Can you charge a piece of plastic by induction? Explain, using diagram. Compare with the amount of charging obtained when you charge a piece of metal by induction.

Metal sphere A is charged negatively and then brought near an uncharged metal sphere B (Figure 14.78). Both spheres rest on insulating supports, and the humidity is very low.

(a) Use +’s and −’s to show the approximate distribution of charges on the two spheres. (Hint: Think hard about both spheres, not just B.)

(b) A small, lightweight hollow metal ball, initially uncharged, is suspended from a string and hung between the two spheres (Figure 14.79).

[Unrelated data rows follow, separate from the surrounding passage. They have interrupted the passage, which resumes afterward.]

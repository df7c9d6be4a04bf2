// The linear-diffusion designs shared by the path-test calibration suites
// (drift_transition_calibration_test.cc and
// drift_transition_history_calibration_test.cc): truths whose observed
// processes are named so that every null query is x1 (the last observed
// column) against x2 (column 0) given {x3, x1}. Test helper, no checks of
// its own. The enum's values key the suites' random streams: append, never
// reorder.
#pragma once

#include "graph/dmg.h"
#include "learners/independence/independence_test.h"
#include "sim/diffusion_simulator.h"

namespace locind::learners {

enum class PathDesign { kUncoupled, kChain, kOmittedParent, kHiddenMediator, kHiddenDriver, kAlternative };

// uncoupled: x2, x1 with loops only; alternative: the same plus x2 -> x1;
// chain: x2 -> x3 -> x1; omitted parent: x2 -> x3 -> x1 and p -> x1 (p
// observed but left out of the query's C); hidden mediator: x2 -> x3 -> h
// -> x1, h hidden; hidden driver: h -> x2, h -> x3 -> x1, h hidden. Every
// process has its loop.
inline graph::TruthGraph PathDesignTruth(PathDesign s) {
  auto loops = [](graph::Dmg& g) {
    for (int v = 0; v < g.size(); ++v) g.AddDirected(v, v);
  };
  switch (s) {
    case PathDesign::kUncoupled:
    case PathDesign::kAlternative: {
      graph::Dmg g({"x2", "x1"});
      if (s == PathDesign::kAlternative) g.AddDirected(0, 1);
      loops(g);
      return {g, {}};
    }
    case PathDesign::kChain: {
      graph::Dmg g({"x2", "x3", "x1"});
      g.AddDirected(0, 1);
      g.AddDirected(1, 2);
      loops(g);
      return {g, {}};
    }
    case PathDesign::kOmittedParent: {
      graph::Dmg g({"x2", "x3", "p", "x1"});
      g.AddDirected(0, 1);
      g.AddDirected(1, 3);
      g.AddDirected(2, 3);
      loops(g);
      return {g, {}};
    }
    case PathDesign::kHiddenMediator: {
      graph::Dmg g({"x2", "x3", "h", "x1"});
      g.AddDirected(0, 1);
      g.AddDirected(1, 2);
      g.AddDirected(2, 3);
      loops(g);
      return {g, {2}};
    }
    case PathDesign::kHiddenDriver: {
      graph::Dmg g({"h", "x2", "x3", "x1"});
      g.AddDirected(0, 1);
      g.AddDirected(0, 2);
      g.AddDirected(2, 3);
      loops(g);
      return {g, {0}};
    }
  }
  return {};
}

// The design's query on data simulated from its truth: x1 against x2 given
// {x1} (uncoupled, alternative) or {x3, x1} (with an omitted parent, p is
// left out).
inline TestQuery PathDesignQuery(PathDesign s, const sim::PathData& d) {
  const int b = d.processes() - 1;
  if (s == PathDesign::kUncoupled || s == PathDesign::kAlternative) return {b, {0}, {b}};
  return {b, {0}, {1, b}};
}

}  // namespace locind::learners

It is observed that the ball swings rapidly back and forth hitting one sphere and then the other. This goes on for seconds, but then the ball stops swinging and hangs between the two spheres. Explain in detail, step by step, why the ball swings back and forth and why it finally stops swinging. Your explanation must include good physics diagrams.

An electric field of magnitude 190N/C is applied to a solution containing chloride ions. The mobility of chloride ions in solution is 7.91×10-8(m/s)/(N/C).What is the average drift speed of the chloride ions in the solution?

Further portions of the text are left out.